Investors are being advised to remain calm with their crypto and act with caution as inflation rates rise to 10.4% in the UK. Inflation in the UK has risen 0.3% since January as a result of the hike in food, clothing, hospitality prices and several other factors.
The experts at the crypto trading guide, Trading Browser, have provided investors with some insight into what the rising inflation rates could mean for their crypto portfolios and future investments.
Why do crashes happen?
Crypto crashes have mainly to do with insufficient liquidity from coins on cryptocurrency exchanges during larger sell-off periods. Once the price starts to fall, the lack of buying support amplifies the fall. Since there are no buy orders to absorb the sell orders, the coins will free-fall until the bulk of the sellers has sold, causing a crash.
Try not to panic
Turbulence in the crypto market can lead a lot of people to panic and sell their coins. This action can cause values to drop heavily which causes a conundrum for many investors.
Investors can either decide to sell more or buy into the dip and reap the rewards in the future. It’s best to consider the options before trading emotionally. Think about whether the personal crypto journey is for the long-term or the short-term, and access any decisions accordingly.
Cryptos as commodities
Just like precious metals, Bitcoin and some other cryptos can be viewed as commodities. The price of these particular coins is driven by supply and demand. This is useful to know when analysing the market when supply is low, demand is high — this may appear to be common knowledge but it can often be forgotten.

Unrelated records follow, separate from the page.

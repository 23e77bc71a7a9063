#include "wetfront/profiles/layer_table.hpp"

#include <type_traits>
#include <variant>

namespace wetfront::profiles {

namespace {

std::vector<LayerParameter> van_genuchten_parameters(const soils::VanGenuchtenMualem& model) {
  return {{"residual_water_content", model.residual_water_content, "cm3/cm3"},
          {"saturated_water_content", model.saturated_water_content, "cm3/cm3"},
          {"alpha", model.alpha_per_cm, "1/cm"},
          {"n", model.n, "1"},
          {"saturated_conductivity", model.saturated_conductivity_cm_per_d, "cm/d"},
          {"pore_connectivity", model.pore_connectivity, "1"}};
}

struct ModelTable {
  std::string name;
  std::vector<LayerParameter> parameters;
};

ModelTable tabulate(const soils::HydraulicModel& model) {
  return std::visit(
      [](const auto& m) -> ModelTable {
        using Model = std::decay_t<decltype(m)>;
        if constexpr (std::is_same_v<Model, soils::VanGenuchtenMualem>) {
          return {"van Genuchten-Mualem", van_genuchten_parameters(m)};
        } else if constexpr (std::is_same_v<Model, soils::VanGenuchtenAirEntry>) {
          ModelTable table{"van Genuchten-Mualem with air-entry head", van_genuchten_parameters(m.base)};
          table.parameters.push_back({"air_entry_head", m.air_entry_head_cm, "cm"});
          return table;
        } else if constexpr (std::is_same_v<Model, soils::BrooksCorey>) {
          return {"Brooks-Corey-Burdine",
                  {{"residual_water_content", m.residual_water_content, "cm3/cm3"},
                   {"saturated_water_content", m.saturated_water_content, "cm3/cm3"},
                   {"bubbling_head", m.bubbling_head_cm, "cm"},
                   {"pore_size_index", m.pore_size_index, "1"},
                   {"saturated_conductivity", m.saturated_conductivity_cm_per_d, "cm/d"}}};
        } else {
          static_assert(std::is_same_v<Model, soils::GardnerExponential>);
          return {"Gardner exponential",
                  {{"residual_water_content", m.residual_water_content, "cm3/cm3"},
                   {"saturated_water_content", m.saturated_water_content, "cm3/cm3"},
                   {"sorptive_number", m.sorptive_number_per_cm, "1/cm"},
                   {"saturated_conductivity", m.saturated_conductivity_cm_per_d, "cm/d"}}};
        }
      },
      model);
}

}  // namespace

std::vector<LayerDescription> describe_layers(const soils::LayeredProfile& profile) {
  std::vector<LayerDescription> table;
  for (const soils::SoilLayer& layer : profile.layers()) {
    ModelTable model = tabulate(layer.model);
    table.push_back({layer.name, layer.top_depth_cm, layer.bottom_depth_cm, std::move(model.name),
                     std::move(model.parameters)});
  }
  return table;
}

}  // namespace wetfront::profiles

As a general rule, during times of uncertainty in the market investors seek out security in order to protect their assets. It’s important to remember this because people are likely to pull money out of cryptocurrency or sell up completely, which can in turn drive the value of the cryptocurrency down. Cryptocurrency doesn’t yet have a long-standing history alongside inflation.
Staying on top of the general news as well as crypto news is the key to helping investors make more informed decisions about their crypto. Cryptocurrency doesn’t yet have a long-standing history alongside inflation, so many people can become worried about losing money during these times. Seeking security in more stable investments like diversified index funds might be advisable if this worry is consistent.
A spokesperson for Trading Browser said: “When there are shifts in the economy and government policy, this could have an effect on investments and holdings.
“The positive to these inflationary changes is that cryptocurrencies are not actual currency and therefore it doesn’t respond to pressures in the same way.
“But this also means the crypto market can be very unpredictable and due to it being relatively new in comparison to inflation history, it’s hard to say what might happen next.
“In general commodities like gold, raw materials and agricultural products can be a primary driver for inflation. Especially in the UK right now, the rise in costs can scare investors and cause market fluctuation.
“However, during these turbulent times, we urge investors to remain calm and make informed decisions away from the heat of emotion.
“Ultimately there is no real way to predict the market or economic events for that matter. It’s all about gathering as much information as possible to try and make informed decisions to protect you and your crypto.”